One of the most amazing things about HBO’s new interpretation of the Perry Mason how different its approach is from the original Raymond Burr series. Other adaptations existed before the premiere of the 1957 TV show, but the long-running procedural drama cemented Perry’s image as a white knight of a defense attorney, ensuring that his innocent clients were ultimately found not guilty.

But this 21st century version of the character, Matthew Rhys like, more complicated. “I think Perry’s position [in the original series] a little bit more linear, like he’s like, ‘I’m the good guy here. I will take care of the bad guys and they will confess to the principle,” said Rhys RESULTS. “I believe we are Perry Mason about the color gray. Masons share the same moral principles about right and wrong. I think he has a simple view of his world and his life — there is right and there is wrong. But it’s the gray in between that makes him so angry sometimes. “

Season 2 follows Perry and her fellow Della Street (Juliet Rylance) and Paul Drake (Chris Chalk) as they fall into a new case that has everything in 1932 Los Angeles in an uproar: The murder of the heir to an oil dynasty, with the main suspects being two young Latinos who men from a local Hooverville.
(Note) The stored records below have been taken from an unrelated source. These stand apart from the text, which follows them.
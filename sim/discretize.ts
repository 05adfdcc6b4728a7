// Chooses one global time step and an integer cell count per line segment.
// Leapfrog on the telegrapher equations is stable for Courant number v·Δt/Δz ≤ 1 and, on a lossless
// line, exact (dispersion-free) at Courant = 1 (Taflove & Hagness, Computational Electrodynamics, ch. 2).
import type { LineRLGC, Net } from './model.js';
import type { Discretization, SegmentPlan } from './result.js';
import { activityEnd, fastestEdge } from './signals.js';

export function lineDelayPerLength(line: LineRLGC): number {
  return Math.sqrt(line.l * line.c);
}

export function lineZ0(line: LineRLGC): number {
  return Math.sqrt(line.l / line.c);
}

/** Total one-way delay of all line segments along the route (s). */
export function routeDelay(net: Net): number {
  let td = 0;
  for (const item of net.route) if (item.kind === 'line') td += item.length * lineDelayPerLength(item.line);
  return td;
}

/**
 * Default duration when the scenario gives none: the signal's last ramp, then ten one-way delays
 * (five round trips, enough for most reflections to die down) and five rise times.
 */
export function defaultDuration(net: Net): number {
  const edge = fastestEdge(net.driver.signal);
  const tail = 10 * routeDelay(net) + 5 * (Number.isFinite(edge) ? edge : 0);
  const base = Math.max(activityEnd(net.driver.signal), 0);
  return Math.max(base + tail, base * 1.2, 1e-9);
}

/** A time for messages: three significant digits with a unit prefix (the engine has no unit library). */
function seconds(t: number): string {
  const units: [number, string][] = [[1, 's'], [1e-3, 'ms'], [1e-6, 'µs'], [1e-9, 'ns'], [1e-12, 'ps'], [1e-15, 'fs']];
  const [scale, unit] = units.find(([s]) => Math.abs(t) >= s) ?? units[units.length - 1];
  return `${Number((t / scale).toPrecision(3))} ${unit}`;
}

export function discretize(net: Net): Discretization {
  const duration = net.run.duration ?? defaultDuration(net);
  const lines = net.route.filter((i) => i.kind === 'line');
  // A constant source has no edge; the route's own delay then stands in for the rise time.
  const signalEdge = fastestEdge(net.driver.signal);
  const edge = Number.isFinite(signalEdge) ? signalEdge : routeDelay(net) || Infinity;
  const dtEdge = Number.isFinite(edge) ? edge / net.run.cellsPerRise : Infinity;
  let dt = dtEdge;
  let dtReason = `${Number.isFinite(signalEdge) ? 'fastest edge' : 'route delay (constant source)'} ${seconds(edge)} / cellsPerRise ${net.run.cellsPerRise}`;
  // Each segment needs at least ceil(TD/dtEdge) cells so that a cell's delay resolves the edge;
  // Δt may not exceed any cell's delay (Courant ≤ 1), so Δt = min over segments of TD / that count.
  for (const item of lines) {
    const td = item.length * lineDelayPerLength(item.line);
    if (td <= 0) continue;
    const minCells = Number.isFinite(dtEdge) ? Math.max(1, Math.ceil(td / dtEdge - 1e-9)) : 1;
    const candidate = td / minCells;
    if (candidate < dt) {
      dt = candidate;
      dtReason = `segment '${item.name}': ${seconds(td)} of delay in ${minCells} cell${minCells > 1 ? 's' : ''} at Courant 1`;
    }
  }
  if (!Number.isFinite(dt)) {
    dt = duration / 1000;
    dtReason = 'constant source and no line: duration / 1000';
  }
  const segments: SegmentPlan[] = [];
  let cells = 0;
  for (const item of lines) {
    const td = item.length * lineDelayPerLength(item.line);
    // As many cells as Courant ≤ 1 allows: the Courant number is then as close to 1 as it can be.
    const n = td > 0 ? Math.max(1, Math.floor(td / dt + 1e-9)) : 0; // a zero-length line is a plain wire
    segments.push({
      name: item.name,
      length: item.length,
      cells: n,
      cellLength: n > 0 ? item.length / n : 0,
      delay: td,
      z0: lineZ0(item.line),
      courant: td > 0 ? (n * dt) / td : 0,
    });
    cells += n;
  }
  const steps = Math.max(1, Math.ceil(duration / dt - 1e-9));
  const seriesCount = net.route.filter((i) => i.kind === 'series').length;
  return { dt, steps, duration, cells, nodes: cells + seriesCount + 1, segments, dtReason };
}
“I feel like the show this season is definitely about isolated characters, learning how to create and gain mutual trust in the small community they’re in,” Rylance said, “and either succeed or fail and then take what they’re learning and try to expand that to the wider community around them. And that’s felt very much to this day, obviously with the setting of a big case and the corruption in LA and these many political and legal conditions they face.”

Rylance said that coming back for Season 2 “was really exciting, and it felt really necessary after this long pause with COVID and so much turmoil in the world, and everyone feeling so uncertain about where we are, where we’re going, what we. have to do, or even how to interact with each other. I think going on set and starting the season with that framework was rich. It felt like there was a lot there that was mined that felt like a parallel universe of the show, and I think all the themes of this season are very much born out of the time period that we’ve just been in. It feels very raw and very special.”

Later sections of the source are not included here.